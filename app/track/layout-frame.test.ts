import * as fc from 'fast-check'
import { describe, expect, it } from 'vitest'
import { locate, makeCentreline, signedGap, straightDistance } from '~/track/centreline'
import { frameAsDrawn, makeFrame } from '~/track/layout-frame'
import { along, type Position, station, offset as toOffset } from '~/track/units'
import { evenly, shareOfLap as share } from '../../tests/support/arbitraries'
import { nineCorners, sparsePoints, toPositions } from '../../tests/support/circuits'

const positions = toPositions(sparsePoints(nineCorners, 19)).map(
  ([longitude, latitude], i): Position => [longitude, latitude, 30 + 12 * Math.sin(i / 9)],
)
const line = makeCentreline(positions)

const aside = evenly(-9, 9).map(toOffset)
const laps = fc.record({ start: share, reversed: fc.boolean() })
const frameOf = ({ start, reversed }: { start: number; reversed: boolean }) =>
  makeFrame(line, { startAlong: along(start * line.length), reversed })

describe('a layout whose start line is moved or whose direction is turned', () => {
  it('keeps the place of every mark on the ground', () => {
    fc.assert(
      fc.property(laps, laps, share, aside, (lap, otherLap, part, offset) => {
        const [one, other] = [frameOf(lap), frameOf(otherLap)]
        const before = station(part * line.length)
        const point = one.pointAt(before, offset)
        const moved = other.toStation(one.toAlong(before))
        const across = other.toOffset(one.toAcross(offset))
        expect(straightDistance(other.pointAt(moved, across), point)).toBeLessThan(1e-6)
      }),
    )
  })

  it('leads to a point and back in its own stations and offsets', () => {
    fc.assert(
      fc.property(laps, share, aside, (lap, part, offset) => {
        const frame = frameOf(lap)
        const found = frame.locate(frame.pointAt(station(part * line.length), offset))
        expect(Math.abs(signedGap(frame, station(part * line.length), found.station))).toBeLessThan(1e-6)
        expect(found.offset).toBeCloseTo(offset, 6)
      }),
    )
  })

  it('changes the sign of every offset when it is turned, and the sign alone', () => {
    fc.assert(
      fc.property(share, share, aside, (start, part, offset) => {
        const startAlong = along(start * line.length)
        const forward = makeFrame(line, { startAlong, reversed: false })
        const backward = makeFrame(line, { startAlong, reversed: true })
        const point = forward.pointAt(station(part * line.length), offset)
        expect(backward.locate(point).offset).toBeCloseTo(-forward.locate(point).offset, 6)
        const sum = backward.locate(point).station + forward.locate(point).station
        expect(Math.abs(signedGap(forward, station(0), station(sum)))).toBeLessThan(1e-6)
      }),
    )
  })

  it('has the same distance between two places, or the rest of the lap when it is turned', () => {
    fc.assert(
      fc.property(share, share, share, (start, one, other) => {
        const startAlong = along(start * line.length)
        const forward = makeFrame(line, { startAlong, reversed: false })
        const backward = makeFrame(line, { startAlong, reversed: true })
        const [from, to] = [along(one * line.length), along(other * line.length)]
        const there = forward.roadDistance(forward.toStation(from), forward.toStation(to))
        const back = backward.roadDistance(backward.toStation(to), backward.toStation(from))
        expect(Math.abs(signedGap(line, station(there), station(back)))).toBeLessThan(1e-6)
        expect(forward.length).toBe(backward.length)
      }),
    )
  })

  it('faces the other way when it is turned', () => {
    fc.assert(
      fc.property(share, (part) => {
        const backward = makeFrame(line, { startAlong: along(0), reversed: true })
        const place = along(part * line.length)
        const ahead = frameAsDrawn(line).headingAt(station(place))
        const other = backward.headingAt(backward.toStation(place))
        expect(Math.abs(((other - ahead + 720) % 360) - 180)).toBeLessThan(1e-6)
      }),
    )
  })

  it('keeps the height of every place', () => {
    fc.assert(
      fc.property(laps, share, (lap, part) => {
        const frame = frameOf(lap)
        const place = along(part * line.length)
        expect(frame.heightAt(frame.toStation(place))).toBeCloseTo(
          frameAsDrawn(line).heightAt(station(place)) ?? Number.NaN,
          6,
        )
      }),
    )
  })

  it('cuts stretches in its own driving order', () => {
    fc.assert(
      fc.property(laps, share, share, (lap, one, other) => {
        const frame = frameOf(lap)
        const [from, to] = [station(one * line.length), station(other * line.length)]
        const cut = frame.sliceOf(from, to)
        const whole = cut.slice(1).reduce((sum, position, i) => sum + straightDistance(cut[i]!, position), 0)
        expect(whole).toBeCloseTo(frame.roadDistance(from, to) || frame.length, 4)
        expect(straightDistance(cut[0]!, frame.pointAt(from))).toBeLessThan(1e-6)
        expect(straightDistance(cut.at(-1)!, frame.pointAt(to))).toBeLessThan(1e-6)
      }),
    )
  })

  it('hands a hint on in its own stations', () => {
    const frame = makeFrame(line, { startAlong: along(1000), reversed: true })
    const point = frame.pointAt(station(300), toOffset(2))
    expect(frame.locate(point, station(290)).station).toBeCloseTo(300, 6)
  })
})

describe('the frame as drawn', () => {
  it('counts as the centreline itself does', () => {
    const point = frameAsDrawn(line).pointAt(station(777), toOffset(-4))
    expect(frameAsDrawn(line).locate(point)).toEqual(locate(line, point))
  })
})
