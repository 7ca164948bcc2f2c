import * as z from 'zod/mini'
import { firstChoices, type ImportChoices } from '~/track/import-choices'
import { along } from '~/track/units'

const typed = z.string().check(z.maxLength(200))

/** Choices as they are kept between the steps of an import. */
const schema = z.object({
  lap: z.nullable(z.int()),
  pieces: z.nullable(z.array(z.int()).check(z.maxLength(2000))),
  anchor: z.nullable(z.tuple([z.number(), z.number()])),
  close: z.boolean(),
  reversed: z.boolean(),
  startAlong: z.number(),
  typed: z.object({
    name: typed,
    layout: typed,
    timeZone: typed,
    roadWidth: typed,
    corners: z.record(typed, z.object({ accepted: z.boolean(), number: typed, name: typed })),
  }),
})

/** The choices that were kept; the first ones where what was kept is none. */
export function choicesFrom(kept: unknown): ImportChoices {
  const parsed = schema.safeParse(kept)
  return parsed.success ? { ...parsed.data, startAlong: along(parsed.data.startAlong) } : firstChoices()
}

========

What you return must be an exact retyping of the lines above starting at the line with "const aside = evenly(-9, 9).map(toOffset)" and ending at the line with "const point = forward.pointAt(station(part", and nothing besides.

[Your response]
const aside = evenly(-9, 9).map(toOffset)
const laps = fc.record({ start: share, reversed: fc.boolean() })
const frameOf = ({ start, reversed }: { start: number; reversed: boolean }) =>
  makeFrame(line, { startAlong: along(start * line.length), reversed })

describe('a layout whose start line is moved or whose direction is turned', () => {
  it('keeps the place of every mark on the ground', () => {
    fc.assert(
      fc.property(laps, laps, share, aside, (lap, otherLap, part, offset) => {
        const [one, other] = [frameOf(lap), frameOf(otherLap)]
        const before = station(part * line.length)
        const point = one.pointAt(before, offset)
        const moved = other.toStation(one.toAlong(before))
        const across = other.toOffset(one.toAcross(offset))
        expect(straightDistance(other.pointAt(moved, across), point)).toBeLessThan(1e-6)
      }),
    )
  })

  it('leads to a point and back in its own stations and offsets', () => {
    fc.assert(
      fc.property(laps, share, aside, (lap, part, offset) => {
        const frame = frameOf(lap)
        const found = frame.locate(frame.pointAt(station(part * line.length), offset))
        expect(Math.abs(signedGap(frame, station(part * line.length), found.station))).toBeLessThan(1e-6)
        expect(found.offset).toBeCloseTo(offset, 6)
      }),
    )
  })

  it('changes the sign of every offset when it is turned, and the sign alone', () => {
    fc.assert(
      fc.property(share, share, aside, (start, part, offset) => {
        const startAlong = along(start * line.length)
        const forward = makeFrame(line, { startAlong, reversed: false })
        const backward = makeFrame(line, { startAlong, reversed: true })
        const point = forward.pointAt(station(part * line.length), offset)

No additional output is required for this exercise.